A new category of "personalised preventative health helpers" will also emerge. These workers will possess great people skills, and the ability to interpret and understand health and well-being data. They “will help their clients avoid chronic and diet-related illness, improve cognitive function, achieve improved mental health and achieve improved lifestyles overall.” As the global population ages, such a role will become increasingly important, and the report argues the growing popularity of personal trainers indicates the potential of this job.
The increasing risk posed by cyber-crime will see a new profession of online chaperones. These professionals will provide protection and support for online activity. This could extend from fraud and identity theft to social media and reputation management.
Finally, the report sees the demand for big data analysts continuing to expand rapidly, along with specialisation of analyst roles. The world currently creates 2.5 quintillion bytes of data a year, and the growth of the Internet of Things will see this increase exponentially.
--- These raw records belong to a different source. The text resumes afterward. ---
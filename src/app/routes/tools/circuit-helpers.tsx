import { CautionNotice } from '../../../components/ui/caution-notice';
import { PageHeader } from '../../../components/ui/page-header';
import { CAUTION_TEXT } from '../../../features/tools/api';
import { AccessiblePartHelper } from '../../../features/tools/components/accessible-part-helper';
import { DischargeHelper } from '../../../features/tools/components/discharge-helper';
import { HelperSection } from '../../../features/tools/components/helper-parts';
import { JunctionTempHelper } from '../../../features/tools/components/junction-temp-helper';
import { MultiplierHelper } from '../../../features/tools/components/multiplier-helper';
import { ResistorStringHelper } from '../../../features/tools/components/resistor-string-helper';

const helpers = [
  { id: 'multiplier', title: 'Multiplier' },
  { id: 'resistor-string', title: 'Resistor string' },
  { id: 'discharge', title: 'Bleeder discharge' },
  { id: 'accessible-part', title: 'Accessible high-voltage part' },
  { id: 'junction-temp', title: 'Junction temperature' },
] as const;

/**
 * The circuit helpers on their own page: each works a figure out on the server and
 * shows the formula it used and the caution. On a BOM's Stress check tab the multiplier
 * and the resistor string can also write their results into lines.
 */
export function CircuitHelpersRoute() {
  return (
    <>
      <PageHeader
        title="Circuit helpers"
        description="Worst-case figures for high-voltage parts, in the trade's notations (2kV, 1n, 22M, 50kHz). They screen a design for review; they do not make it safe."
      />
      <CautionNotice className="mb-4">{CAUTION_TEXT}</CautionNotice>
      <nav aria-label="Helpers on this page" className="mb-5">
        <ul className="flex flex-wrap gap-x-4 gap-y-1 text-sm">
          {helpers.map((h) => (
            <li key={h.id}>
              <a href={`#${h.id}`} className="text-copper-dark underline-offset-2 hover:underline">
                {h.title}
              </a>
            </li>
          ))}
        </ul>
      </nav>
      <div className="flex flex-col gap-6">
        <HelperSection
          id="multiplier"
          title="Multiplier"
          intro="A half-wave Cockcroft-Walton (Greinacher) multiplier of n stages with equal capacitors: its output, ripple and drop under load, and the voltage each capacitor and diode sees."
        >
          <MultiplierHelper />
        </HelperSection>
        <HelperSection
          id="resistor-string"
          title="Resistor string"
          intro="The fewest equal resistors in series across a voltage so that each stays within the voltage limit, in the worst tolerance case (one at +t, the rest at −t)."
        >
          <ResistorStringHelper />
        </HelperSection>
        <HelperSection
          id="discharge"
          title="Bleeder discharge"
          intro="How long a capacitor takes to fall to a safe voltage through its bleeder, and the largest resistor that meets a deadline. Pick the safe voltage that applies to the product."
        >
          <DischargeHelper />
        </HelperSection>
        <HelperSection
          id="accessible-part"
          title="Accessible high-voltage part"
          intro="The charge and energy a user could touch on a charged part, against the household-appliance limits for its voltage band."
        >
          <AccessiblePartHelper />
        </HelperSection>
        <HelperSection id="junction-temp" title="Junction temperature" intro="Tj = Ta + P·Rth(j-a) for a transistor or diode, and the dissipation allowed at an ambient.">
          <JunctionTempHelper />
        </HelperSection>
      </div>
    </>
  );
}
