import { useRef, useState } from 'react';
import { useSearchParams } from 'react-router-dom';
import { describeError } from '../../../components/ui/error-state';
import { Button } from '../../../components/ui/button';
import { downloadFile, formatBytes, saveBlob, type DownloadProgress } from '../../../lib/download';

/**
 * "Download workbook": the costed BOM as a spreadsheet for the factory, at the quantity
 * the Cost roll tab shows (`?qty=`) or else the planned one. The server streams the file
 * as it writes it, so the bytes received are shown as they arrive.
 */
export function DownloadWorkbookButton({ bomId, revision }: { bomId: string; revision: number }) {
  const [params] = useSearchParams();
  const [progress, setProgress] = useState<DownloadProgress | null>(null);
  const [error, setError] = useState<string | null>(null);
  /** The size of the last file saved, said once it is handed to the browser. */
  const [saved, setSaved] = useState<string | null>(null);
  const running = useRef(false);
  const qty = Number(params.get('qty'));

  const start = async () => {
    if (running.current) return;
    running.current = true;
    setError(null);
    setSaved(null);
    setProgress({ received: 0, total: null });
    try {
      const { blob, filename } = await downloadFile(`/api/boms/${encodeURIComponent(bomId)}/export.xlsx`, {
        query: { qty: Number.isInteger(qty) && qty >= 1 ? qty : undefined },
        onProgress: setProgress,
      });
      const name = filename ?? `BOM rev ${revision} costed BOM.xlsx`;
      saveBlob(blob, name);
      setSaved(formatBytes(blob.size));
    } catch (e) {
      setError(describeError(e));
    } finally {
      running.current = false;
      setProgress(null);
    }
  };

  return (
    <span className="inline-flex items-center gap-2">
      <span role="status" className="text-xs text-muted tabular-nums">
        {progress
          ? progress.received === 0
            ? 'Preparing…'
            : `${formatBytes(progress.received)}${progress.total ? ` of ${formatBytes(progress.total)}` : ''} received`
          : saved
            ? `Saved, ${saved}`
            : null}
      </span>
      {error ? (
        <span role="alert" className="max-w-56 text-xs font-medium text-brick">
          {error}
        </span>
      ) : null}
      <Button variant="secondary" pending={progress !== null} onClick={() => void start()}>
        Download workbook
      </Button>
    </span>
  );
}
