import type { ReactNode } from 'react';
import { Link } from 'react-router-dom';
import { createColumnHelper } from '@tanstack/react-table';
import { DataTable } from '../../../components/ui/data-table/data-table';
import { useUrlSorting } from '../../../components/ui/data-table/use-url-sorting';
import { StressTally } from '../../../components/ui/stress-status';
import { compareDecimal } from '../../../lib/money';
import type { BomListItem } from '../api';
import { bomStateLabels, formatPerUnit, subtractDecimal } from '../display';
import { GapFigure } from './gap-figure';
import { StateBadge } from './state-badge';

const column = createColumnHelper<BomListItem>();

/** Sorts decimal-string columns exactly; a BOM without a figure sorts last. */
const byDecimal = (pick: (row: BomListItem) => string | null | undefined) => (a: { original: BomListItem }, b: { original: BomListItem }) => {
  const x = pick(a.original);
  const y = pick(b.original);
  if (!x || !y) return x ? -1 : y ? 1 : 0;
  return compareDecimal(x, y);
};

const gapOf = (bom: BomListItem): string | null => {
  const landed = bom.cost?.landedPerUnit;
  if (!landed || !bom.targetUnitCost) return null;
  // The list carries landed cost and target but no gap: landed − target, exactly.
  return subtractDecimal(landed, bom.targetUnitCost);
};

const columns = [
  column.accessor('name', {
    header: 'Name',
    cell: (info) => (
      <Link to={`/boms/${info.row.original.id}/lines`} className="font-medium text-ink underline-offset-2 hover:text-copper-dark hover:underline">
        {info.getValue()}
      </Link>
    ),
  }),
  column.accessor('revision', { header: 'Revision', meta: { numeric: true }, cell: (info) => `Rev ${info.getValue()}` }),
  column.accessor('state', {
    header: 'State',
    sortingFn: (a, b) => bomStateLabels[a.original.state].localeCompare(bomStateLabels[b.original.state]),
    cell: (info) => <StateBadge state={info.getValue()} />,
  }),
  column.accessor((bom) => bom.cost?.landedPerUnit ?? null, {
    id: 'landedPerUnit',
    header: 'Landed / unit',
    meta: { numeric: true, label: 'Landed cost per unit at planned quantity' },
    sortingFn: byDecimal((bom) => bom.cost?.landedPerUnit),
    cell: (info) => {
      const cost = info.row.original.cost;
      if (!cost || !cost.landedPerUnit) return <span className="text-muted">—</span>;
      return (
        <span title={`At ${cost.qty.toLocaleString('en-GB')} units, costed ${cost.costingDate}`}>
          {formatPerUnit(cost.landedPerUnit)} <span className="text-muted">{cost.currency}</span>
        </span>
      );
    },
  }),
  column.accessor('targetUnitCost', {
    header: 'Target',
    meta: { numeric: true },
    sortingFn: byDecimal((bom) => bom.targetUnitCost),
    cell: (info) => (info.getValue() ? formatPerUnit(info.getValue()) : <span className="text-muted">—</span>),
  }),
  column.accessor((bom) => gapOf(bom), {
    id: 'gap',
    header: 'Gap',
    meta: { numeric: true, label: 'Gap to target' },
    sortingFn: byDecimal(gapOf),
    cell: (info) => (info.row.original.targetUnitCost && info.row.original.cost?.landedPerUnit ? <GapFigure gap={info.getValue()} /> : <span className="text-muted">—</span>),
  }),
  column.accessor((bom) => bom.cost?.leftOut ?? null, {
    id: 'leftOut',
    header: 'Left out',
    meta: { numeric: true, label: 'Lines left out of the cost' },
    cell: (info) => {
      const n = info.getValue();
      if (n === null) return <span className="text-muted">—</span>;
      return n > 0 ? <span className="font-medium text-brick">{n}</span> : <span className="text-muted">0</span>;
    },
  }),
  column.accessor('lineCount', { header: 'Lines', meta: { numeric: true } }),
  column.display({
    id: 'stress',
    header: 'Stress',
    meta: { label: 'Stress tally' },
    cell: (info) => {
      const stress = info.row.original.stress;
      if (!stress) return <span className="text-muted" title="No stress policy in this workspace">—</span>;
      return (
        <Link to={`/boms/${info.row.original.id}/stress-check`} title="Open the stress check" className="block rounded hover:bg-paper">
          <StressTally counts={stress} />
        </Link>
      );
    },
  }),
];

export function BomsTable({ boms, empty }: { boms: BomListItem[]; empty: ReactNode }) {
  const [sorting, onSortingChange] = useUrlSorting();
  return <DataTable label="BOMs" columns={columns} data={boms} getRowId={(bom) => bom.id} empty={empty} sorting={sorting} onSortingChange={onSortingChange} />;
}
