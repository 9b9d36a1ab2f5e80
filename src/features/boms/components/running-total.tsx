import type { ReactNode } from 'react';
import { keepPreviousData, useQuery } from '@tanstack/react-query';
import { Link } from 'react-router-dom';
import { Spinner } from '../../../components/ui/spinner';
import { describeError } from '../../../components/ui/error-state';
import { costTotalsQueryOptions, type Bom } from '../api';
import { formatCount, formatPerUnit } from '../display';
import { GapFigure } from './gap-figure';

/**
 * The right-hand panel of the BOM page: landed cost per unit at the planned quantity,
 * target and gap, lines left out and warnings. It reads the cost roll's totals only (no
 * lines: a fraction of the work on a large BOM); every line save invalidates it, so it
 * follows the grid while you edit. `stress` is the stress tally, composed in by the page (it
 * belongs to the stress area).
 */
export function RunningTotal({ bom, stress }: { bom: Bom; stress?: ReactNode }) {
  const cost = useQuery({ ...costTotalsQueryOptions(bom.id, bom.plannedQty), placeholderData: keepPreviousData });
  const data = cost.data;
  const warnings = data ? data.warnings.length + data.lineWarningCount : null;

  return (
    <section aria-label="Running total" className="flex flex-col gap-4 rounded-lg border border-rule bg-surface p-4 text-sm">
      <div className="flex items-center justify-between gap-2">
        <h2 className="text-xs font-semibold tracking-wide text-muted uppercase">Running total</h2>
        {cost.isFetching ? (
          <span role="status" className="inline-flex items-center gap-1 text-xs text-muted">
            <Spinner className="size-3" /> Updating
          </span>
        ) : null}
      </div>
      <div>
        <p className="text-muted">Landed cost per unit</p>
        {data ? (
          <p className="mt-0.5 text-2xl font-semibold text-ink tabular-nums">
            {formatPerUnit(data.totals.landedPerUnit)} <span className="text-base font-medium text-muted">{data.currency}</span>
          </p>
        ) : cost.isError ? (
          <p className="mt-1 text-brick">The cost roll could not be computed: {describeError(cost.error)}</p>
        ) : (
          <p className="mt-1 text-muted">Costing…</p>
        )}
        <p className="mt-0.5 text-xs text-muted">
          at {formatCount(bom.plannedQty)} units (planned){data ? `, costed on ${data.date}` : ''}
        </p>
      </div>
      <dl className="grid grid-cols-[1fr_auto] gap-x-3 gap-y-2">
        <dt className="text-muted">Target</dt>
        <dd className="text-right tabular-nums">{bom.targetUnitCost ? formatPerUnit(bom.targetUnitCost) : '—'}</dd>
        <dt className="text-muted">Gap</dt>
        <dd className="text-right">{data ? <GapFigure gap={data.totals.gapToTarget} /> : '—'}</dd>
        <dt className="text-muted">Lines left out</dt>
        <dd className="text-right tabular-nums">
          {data ? (
            data.leftOut.count > 0 ? (
              <Link to={`/boms/${bom.id}/cost-roll`} className="font-medium text-brick underline underline-offset-2">
                {data.leftOut.count}
              </Link>
            ) : (
              '0'
            )
          ) : (
            '—'
          )}
        </dd>
        <dt className="text-muted">Warnings</dt>
        <dd className="text-right tabular-nums">{warnings ?? '—'}</dd>
      </dl>
      {stress}
      {data && data.leftOut.count > 0 ? (
        <p className="text-xs text-muted">Lines left out add nothing to the totals until they have a quote, an FX rate or a weight.</p>
      ) : null}
    </section>
  );
}
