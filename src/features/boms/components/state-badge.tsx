import { Tag } from '../../../components/ui/tag';
import type { BomState } from '../../../shared/schemas/boms';
import { bomStateLabels } from '../display';

const tones = { draft: 'neutral', in_review: 'copper', released: 'ok' } as const;

/** A BOM's state in words (Draft, In review, Released). */
export function StateBadge({ state }: { state: BomState }) {
  return <Tag tone={tones[state]}>{bomStateLabels[state]}</Tag>;
}
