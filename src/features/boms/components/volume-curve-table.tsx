import type { CurvePoint } from '../api';
import { formatCount, formatPerUnit, formatTotal } from '../display';
import { GapFigure } from './gap-figure';

/** The volume curve's numbers: one row per build quantity. */
export function VolumeCurveTable({ points, currency, plannedQty }: { points: CurvePoint[]; currency: string; plannedQty: number }) {
  const th = 'border-b border-rule px-3 py-2 text-xs font-semibold tracking-wide text-muted uppercase';
  return (
    <div className="overflow-auto rounded-lg border border-rule bg-surface">
      <table aria-label="Volume curve" className="w-full border-collapse text-sm">
        <thead>
          <tr>
            <th scope="col" className={`${th} text-right`}>Build quantity</th>
            <th scope="col" className={`${th} text-right`}>Landed / unit ({currency})</th>
            <th scope="col" className={`${th} text-right`}>Without one-time</th>
            <th scope="col" className={`${th} text-right`}>Goods total</th>
            <th scope="col" className={`${th} text-right`}>Excess bought</th>
            <th scope="col" className={`${th} text-right`}>Landed total</th>
            <th scope="col" className={`${th} text-right`}>Gap to target</th>
            <th scope="col" className={`${th} text-right`}>Left out</th>
          </tr>
        </thead>
        <tbody>
          {points.map((p) => (
            <tr key={p.qty} className={`border-b border-rule/70 last:border-b-0 ${p.qty === plannedQty ? 'bg-copper/5 font-medium' : ''}`}>
              <th scope="row" className="num px-3 py-1.5 font-normal">
                {formatCount(p.qty)}
                {p.qty === plannedQty ? <span className="ml-1 text-xs text-muted">(planned)</span> : null}
              </th>
              <td className="num px-3 py-1.5 font-medium">{formatPerUnit(p.totals.landedPerUnit)}</td>
              <td className="num px-3 py-1.5">{formatPerUnit(p.totals.landedPerUnitExclOneTime)}</td>
              <td className="num px-3 py-1.5">{formatTotal(p.totals.goods, currency)}</td>
              <td className="num px-3 py-1.5">{formatTotal(p.totals.excessValue, currency)}</td>
              <td className="num px-3 py-1.5">{formatTotal(p.totals.landedTotal, currency)}</td>
              <td className="num px-3 py-1.5">
                {p.totals.targetUnitCost ? <GapFigure gap={p.totals.gapToTarget} /> : <span className="text-muted">—</span>}
              </td>
              <td className={`num px-3 py-1.5 ${p.leftOut.count ? 'font-medium text-brick' : 'text-muted'}`}>{p.leftOut.count}</td>
            </tr>
          ))}
        </tbody>
      </table>
    </div>
  );
}
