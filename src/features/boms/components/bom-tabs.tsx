import { NavLink } from 'react-router-dom';

/** The BOM page's tabs, in our own names; each is an address, so a tab can be shared and reloaded. */
export const bomTabs = [
  { path: 'lines', label: 'Lines' },
  { path: 'cost-roll', label: 'Cost roll' },
  { path: 'stress-check', label: 'Stress check' },
  { path: 'volume-curve', label: 'Volume curve' },
  { path: 'shelf-price-ladder', label: 'Shelf-price ladder' },
  { path: 'revisions', label: 'Revisions' },
] as const;

export function BomTabs({ bomId }: { bomId: string }) {
  return (
    <nav aria-label="BOM sections" className="mb-5 border-b border-rule">
      <ul className="-mb-px flex flex-wrap gap-1">
        {bomTabs.map((tab) => (
          <li key={tab.path}>
            <NavLink
              to={`/boms/${bomId}/${tab.path}`}
              className={({ isActive }) =>
                [
                  'inline-block border-b-2 px-3 py-2 text-sm whitespace-nowrap',
                  isActive ? 'border-copper font-medium text-ink' : 'border-transparent text-muted hover:border-rule hover:text-ink',
                ].join(' ')
              }
            >
              {tab.label}
            </NavLink>
          </li>
        ))}
      </ul>
    </nav>
  );
}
Someone has to tackle this data, argues the report.
However, the authors highlight that “although change is inevitable, future destinations are not.” These new jobs are predictions, not set in stone. So if you fancy a career as a remote-control pilot, watch this space.
The World Economic Forum’s Future of Jobs report has predicted the skills that will be needed in a future workplace. As the following graphic highlights, these range from creativity to negotiation.
Have you read?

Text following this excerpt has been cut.